RECORDS TO USE START

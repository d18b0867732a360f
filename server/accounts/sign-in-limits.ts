import type { Request, RequestHandler } from 'express';
import { ipKeyGenerator, rateLimit } from 'express-rate-limit';
import { CodedError } from '#shared/error-codes.ts';

const windowMs = 15 * 60 * 1000;

/** Refused sign-ins in a window: of one address from one place, and of all addresses from one place. */
const refusalsPerAddress = 10;
const refusalsPerPlace = 100;

/** Slows down guessing: only refused sign-ins count, so that a farm office behind one address can work. */
export function limitSignIns(): RequestHandler[] {
  return [
    limitRefusals(refusalsPerAddress, (request) => `${readPlace(request)} ${readAddress(request)}`),
    limitRefusals(refusalsPerPlace, readPlace),
  ];
}

function limitRefusals(limit: number, keyGenerator: (request: Request) => string): RequestHandler {
  return rateLimit({
    windowMs,
    limit,
    keyGenerator,
    skipSuccessfulRequests: true,
    requestWasSuccessful: (_request, response) => response.statusCode !== 401,
    standardHeaders: 'draft-7',
    legacyHeaders: false,
    handler: (_request, _response, next) => next(new CodedError('too-many-attempts')),
  });
}

const readPlace = (request: Request): string => ipKeyGenerator(request.ip ?? '');

function readAddress(request: Request): string {
  const body: unknown = request.body;
  const email = typeof body === 'object' && body !== null && 'email' in body ? body.email : null;
  return typeof email === 'string' ? email.trim().toLowerCase() : '';
}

RECORDS TO USE END

**WHAT THIS TASK INVOLVES:** Return every record above exactly as written.

**YOUR RESPONSE:**
repository d18b0867732a360f
filename server/accounts/sign-in-limits.ts
import type { Request, RequestHandler } from 'express';
import { ipKeyGenerator, rateLimit } from 'express-rate-limit';
import { CodedError } from '#shared/error-codes.ts';

const windowMs = 15 * 60 * 1000;

/** Refused sign-ins in a window: of one address from one place, and of all addresses from one place. */
const refusalsPerAddress = 10;
const refusalsPerPlace = 100;

/** Slows down guessing: only refused sign-ins count, so that a farm office behind one address can work. */
export function limitSignIns(): RequestHandler[] {
  return [
    limitRefusals(refusalsPerAddress, (request) => `${readPlace(request)} ${readAddress(request)}`),
    limitRefusals(refusalsPerPlace, readPlace),
  ];
}

function limitRefusals(limit: number, keyGenerator: (request: Request) => string): RequestHandler {
  return rateLimit({
    windowMs,
    limit,
    keyGenerator,
    skipSuccessfulRequests: true,
    requestWasSuccessful: (_request, response) => response.statusCode !== 401,
    standardHeaders: 'draft-7',
    legacyHeaders: false,
    handler: (_request, _response, next) => next(new CodedError('too-many-attempts')),
  });
}

const readPlace = (request: Request): string => ipKeyGenerator(request.ip ?? '');

function readAddress(request: Request): string {
  const body: unknown = request.body;
  const email = typeof body === 'object' && body !== null && 'email' in body ? body.email : null;
  return typeof email === 'string' ? email.trim().toLowerCase() : '';
}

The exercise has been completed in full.